#### Exercise requirements:
State how many lines of the entries below hold the word "pipelines"; reply with nothing but the number.

Stored records
════════

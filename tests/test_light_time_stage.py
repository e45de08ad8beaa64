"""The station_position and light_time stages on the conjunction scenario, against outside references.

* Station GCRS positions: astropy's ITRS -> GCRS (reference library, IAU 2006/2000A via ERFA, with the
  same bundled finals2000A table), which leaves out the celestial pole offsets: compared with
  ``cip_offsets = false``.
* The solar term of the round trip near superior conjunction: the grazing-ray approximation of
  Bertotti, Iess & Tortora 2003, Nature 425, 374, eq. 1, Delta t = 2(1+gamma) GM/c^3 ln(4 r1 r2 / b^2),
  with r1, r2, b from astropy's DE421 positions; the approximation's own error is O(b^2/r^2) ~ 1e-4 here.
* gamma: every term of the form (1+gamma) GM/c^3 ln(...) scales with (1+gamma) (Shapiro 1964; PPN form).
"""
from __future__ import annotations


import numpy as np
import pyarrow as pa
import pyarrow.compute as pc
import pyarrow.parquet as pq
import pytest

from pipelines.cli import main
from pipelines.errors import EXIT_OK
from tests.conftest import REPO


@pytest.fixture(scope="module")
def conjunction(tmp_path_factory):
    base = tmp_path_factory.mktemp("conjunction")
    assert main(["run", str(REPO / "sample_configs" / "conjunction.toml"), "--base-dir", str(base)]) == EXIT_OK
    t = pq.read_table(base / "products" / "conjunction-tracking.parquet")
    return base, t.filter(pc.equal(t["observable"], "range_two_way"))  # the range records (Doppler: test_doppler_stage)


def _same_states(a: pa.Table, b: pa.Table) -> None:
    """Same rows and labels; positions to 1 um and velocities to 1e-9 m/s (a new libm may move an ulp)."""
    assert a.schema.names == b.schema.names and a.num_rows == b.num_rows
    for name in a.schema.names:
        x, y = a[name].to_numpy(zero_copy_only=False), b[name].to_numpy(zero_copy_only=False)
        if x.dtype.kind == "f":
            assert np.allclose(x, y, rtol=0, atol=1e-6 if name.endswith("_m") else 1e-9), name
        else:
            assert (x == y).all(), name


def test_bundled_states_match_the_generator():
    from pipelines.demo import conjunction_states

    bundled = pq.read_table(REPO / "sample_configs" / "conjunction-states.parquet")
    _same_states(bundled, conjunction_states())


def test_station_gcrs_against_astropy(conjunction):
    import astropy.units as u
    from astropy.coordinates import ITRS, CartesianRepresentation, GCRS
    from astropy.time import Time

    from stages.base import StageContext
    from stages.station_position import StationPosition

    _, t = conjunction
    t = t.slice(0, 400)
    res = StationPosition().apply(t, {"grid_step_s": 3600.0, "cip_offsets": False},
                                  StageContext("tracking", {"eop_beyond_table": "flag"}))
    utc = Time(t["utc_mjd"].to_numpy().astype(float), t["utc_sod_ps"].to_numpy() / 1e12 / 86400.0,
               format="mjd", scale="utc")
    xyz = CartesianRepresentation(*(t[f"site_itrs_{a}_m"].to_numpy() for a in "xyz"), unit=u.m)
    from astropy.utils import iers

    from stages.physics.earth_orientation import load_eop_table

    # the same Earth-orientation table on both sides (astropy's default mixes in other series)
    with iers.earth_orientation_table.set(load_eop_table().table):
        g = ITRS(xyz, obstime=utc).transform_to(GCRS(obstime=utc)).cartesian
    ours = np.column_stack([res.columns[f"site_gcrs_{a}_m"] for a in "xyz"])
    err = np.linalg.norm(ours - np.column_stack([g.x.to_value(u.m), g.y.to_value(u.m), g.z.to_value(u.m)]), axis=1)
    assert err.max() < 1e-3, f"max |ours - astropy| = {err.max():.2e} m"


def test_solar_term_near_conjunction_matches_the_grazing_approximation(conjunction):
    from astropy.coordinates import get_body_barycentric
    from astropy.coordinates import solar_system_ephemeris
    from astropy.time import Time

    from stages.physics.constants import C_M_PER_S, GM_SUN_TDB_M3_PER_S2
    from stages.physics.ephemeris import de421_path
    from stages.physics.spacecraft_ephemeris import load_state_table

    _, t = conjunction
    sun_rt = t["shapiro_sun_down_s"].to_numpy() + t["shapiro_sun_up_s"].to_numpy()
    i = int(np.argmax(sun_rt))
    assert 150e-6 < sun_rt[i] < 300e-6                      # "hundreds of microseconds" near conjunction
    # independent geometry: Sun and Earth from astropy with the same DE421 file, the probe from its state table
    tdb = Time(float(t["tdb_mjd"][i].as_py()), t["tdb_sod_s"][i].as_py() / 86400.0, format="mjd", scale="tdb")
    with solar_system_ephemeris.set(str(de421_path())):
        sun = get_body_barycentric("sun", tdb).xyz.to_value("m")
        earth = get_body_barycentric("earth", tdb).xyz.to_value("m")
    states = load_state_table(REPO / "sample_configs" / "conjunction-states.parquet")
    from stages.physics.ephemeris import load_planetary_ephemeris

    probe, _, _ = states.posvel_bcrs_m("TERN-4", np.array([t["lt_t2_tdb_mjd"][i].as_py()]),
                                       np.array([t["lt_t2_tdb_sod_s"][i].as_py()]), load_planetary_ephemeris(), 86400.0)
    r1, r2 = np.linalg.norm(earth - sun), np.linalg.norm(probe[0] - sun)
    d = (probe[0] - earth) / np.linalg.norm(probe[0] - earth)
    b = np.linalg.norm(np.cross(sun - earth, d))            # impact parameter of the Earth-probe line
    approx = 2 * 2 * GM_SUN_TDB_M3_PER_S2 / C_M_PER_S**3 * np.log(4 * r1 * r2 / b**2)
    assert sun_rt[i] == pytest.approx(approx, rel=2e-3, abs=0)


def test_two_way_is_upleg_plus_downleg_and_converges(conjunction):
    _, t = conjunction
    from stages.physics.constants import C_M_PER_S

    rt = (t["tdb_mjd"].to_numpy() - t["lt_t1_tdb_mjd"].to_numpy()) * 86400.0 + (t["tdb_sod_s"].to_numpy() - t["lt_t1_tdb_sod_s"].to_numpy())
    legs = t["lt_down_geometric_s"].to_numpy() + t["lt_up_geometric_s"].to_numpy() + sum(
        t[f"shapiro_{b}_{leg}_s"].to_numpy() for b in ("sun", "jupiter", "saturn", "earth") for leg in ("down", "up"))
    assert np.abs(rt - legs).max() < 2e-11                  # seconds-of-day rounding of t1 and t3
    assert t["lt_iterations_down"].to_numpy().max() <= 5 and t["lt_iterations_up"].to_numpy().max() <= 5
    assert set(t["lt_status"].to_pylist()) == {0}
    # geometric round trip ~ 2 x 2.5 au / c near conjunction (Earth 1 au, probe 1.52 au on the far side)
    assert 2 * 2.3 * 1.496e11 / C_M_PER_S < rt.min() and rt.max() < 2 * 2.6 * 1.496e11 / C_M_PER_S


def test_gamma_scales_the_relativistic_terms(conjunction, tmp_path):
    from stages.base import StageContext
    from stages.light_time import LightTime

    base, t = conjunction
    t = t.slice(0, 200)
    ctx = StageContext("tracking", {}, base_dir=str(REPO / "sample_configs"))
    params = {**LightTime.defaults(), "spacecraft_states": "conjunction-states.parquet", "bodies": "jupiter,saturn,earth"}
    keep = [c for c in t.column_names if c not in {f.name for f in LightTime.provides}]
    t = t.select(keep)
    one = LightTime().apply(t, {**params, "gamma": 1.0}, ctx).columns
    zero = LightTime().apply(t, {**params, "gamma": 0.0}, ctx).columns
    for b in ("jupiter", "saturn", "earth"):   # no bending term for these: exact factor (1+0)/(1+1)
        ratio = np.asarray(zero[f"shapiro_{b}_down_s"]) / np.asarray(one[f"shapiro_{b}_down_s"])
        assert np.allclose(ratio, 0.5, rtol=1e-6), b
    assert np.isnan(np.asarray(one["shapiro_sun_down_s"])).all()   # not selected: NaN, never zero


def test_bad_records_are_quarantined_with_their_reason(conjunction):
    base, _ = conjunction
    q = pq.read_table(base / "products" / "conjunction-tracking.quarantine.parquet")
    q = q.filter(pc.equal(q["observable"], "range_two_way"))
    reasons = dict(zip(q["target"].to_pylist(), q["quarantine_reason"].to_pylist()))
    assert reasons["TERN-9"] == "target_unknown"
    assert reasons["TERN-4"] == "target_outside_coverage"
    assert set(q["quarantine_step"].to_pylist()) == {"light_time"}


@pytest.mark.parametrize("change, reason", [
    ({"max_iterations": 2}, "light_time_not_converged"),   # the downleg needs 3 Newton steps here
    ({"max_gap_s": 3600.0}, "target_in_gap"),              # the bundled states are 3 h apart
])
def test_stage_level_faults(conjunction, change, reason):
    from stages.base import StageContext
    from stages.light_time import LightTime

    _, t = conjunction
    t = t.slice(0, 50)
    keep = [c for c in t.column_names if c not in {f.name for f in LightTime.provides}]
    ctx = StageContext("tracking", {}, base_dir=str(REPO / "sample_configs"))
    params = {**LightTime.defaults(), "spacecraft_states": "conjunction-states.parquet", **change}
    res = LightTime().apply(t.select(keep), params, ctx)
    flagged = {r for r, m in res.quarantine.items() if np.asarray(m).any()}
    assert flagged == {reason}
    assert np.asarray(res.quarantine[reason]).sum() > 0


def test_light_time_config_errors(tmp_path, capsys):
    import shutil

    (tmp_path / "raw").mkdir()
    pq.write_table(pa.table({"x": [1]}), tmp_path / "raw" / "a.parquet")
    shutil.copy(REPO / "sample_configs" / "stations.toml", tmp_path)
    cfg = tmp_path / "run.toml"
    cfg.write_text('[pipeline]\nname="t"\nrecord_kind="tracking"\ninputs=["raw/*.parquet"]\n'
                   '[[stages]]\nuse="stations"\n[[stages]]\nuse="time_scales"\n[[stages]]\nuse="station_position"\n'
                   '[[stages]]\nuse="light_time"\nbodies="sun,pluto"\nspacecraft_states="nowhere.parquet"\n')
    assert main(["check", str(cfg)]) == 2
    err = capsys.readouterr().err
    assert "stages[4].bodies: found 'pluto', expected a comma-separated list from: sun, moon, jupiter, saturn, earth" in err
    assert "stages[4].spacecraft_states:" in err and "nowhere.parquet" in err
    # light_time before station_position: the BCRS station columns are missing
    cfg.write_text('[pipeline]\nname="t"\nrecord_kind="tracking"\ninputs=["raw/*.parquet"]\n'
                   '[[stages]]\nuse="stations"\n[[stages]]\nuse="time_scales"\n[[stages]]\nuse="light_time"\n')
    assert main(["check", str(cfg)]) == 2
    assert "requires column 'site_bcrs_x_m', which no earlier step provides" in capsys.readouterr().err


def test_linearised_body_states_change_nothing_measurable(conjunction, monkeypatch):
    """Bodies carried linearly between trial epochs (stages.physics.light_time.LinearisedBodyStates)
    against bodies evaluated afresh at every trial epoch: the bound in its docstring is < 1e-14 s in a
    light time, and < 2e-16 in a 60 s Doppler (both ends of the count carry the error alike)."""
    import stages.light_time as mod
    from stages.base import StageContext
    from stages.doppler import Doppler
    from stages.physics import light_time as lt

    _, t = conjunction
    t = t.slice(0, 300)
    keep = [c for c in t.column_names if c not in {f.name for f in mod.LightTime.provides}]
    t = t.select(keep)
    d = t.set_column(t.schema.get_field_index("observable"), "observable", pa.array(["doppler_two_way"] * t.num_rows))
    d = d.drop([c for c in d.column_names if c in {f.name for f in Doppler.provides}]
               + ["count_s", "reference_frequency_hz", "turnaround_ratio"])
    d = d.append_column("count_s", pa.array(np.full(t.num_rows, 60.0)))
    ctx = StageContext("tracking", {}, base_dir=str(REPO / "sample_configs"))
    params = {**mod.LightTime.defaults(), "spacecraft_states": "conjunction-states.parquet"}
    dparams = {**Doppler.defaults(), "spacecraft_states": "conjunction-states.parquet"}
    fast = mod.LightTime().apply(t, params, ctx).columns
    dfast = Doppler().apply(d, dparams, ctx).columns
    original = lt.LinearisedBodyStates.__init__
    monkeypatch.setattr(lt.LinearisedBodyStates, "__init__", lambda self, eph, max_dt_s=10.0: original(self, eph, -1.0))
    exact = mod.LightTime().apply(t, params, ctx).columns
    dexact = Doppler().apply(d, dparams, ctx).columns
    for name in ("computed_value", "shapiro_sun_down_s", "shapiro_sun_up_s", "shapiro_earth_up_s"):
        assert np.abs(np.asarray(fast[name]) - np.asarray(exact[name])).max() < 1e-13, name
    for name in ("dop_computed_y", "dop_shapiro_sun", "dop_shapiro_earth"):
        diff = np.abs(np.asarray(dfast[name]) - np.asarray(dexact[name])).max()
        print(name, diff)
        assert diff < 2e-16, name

════════

#### Exercise response:
3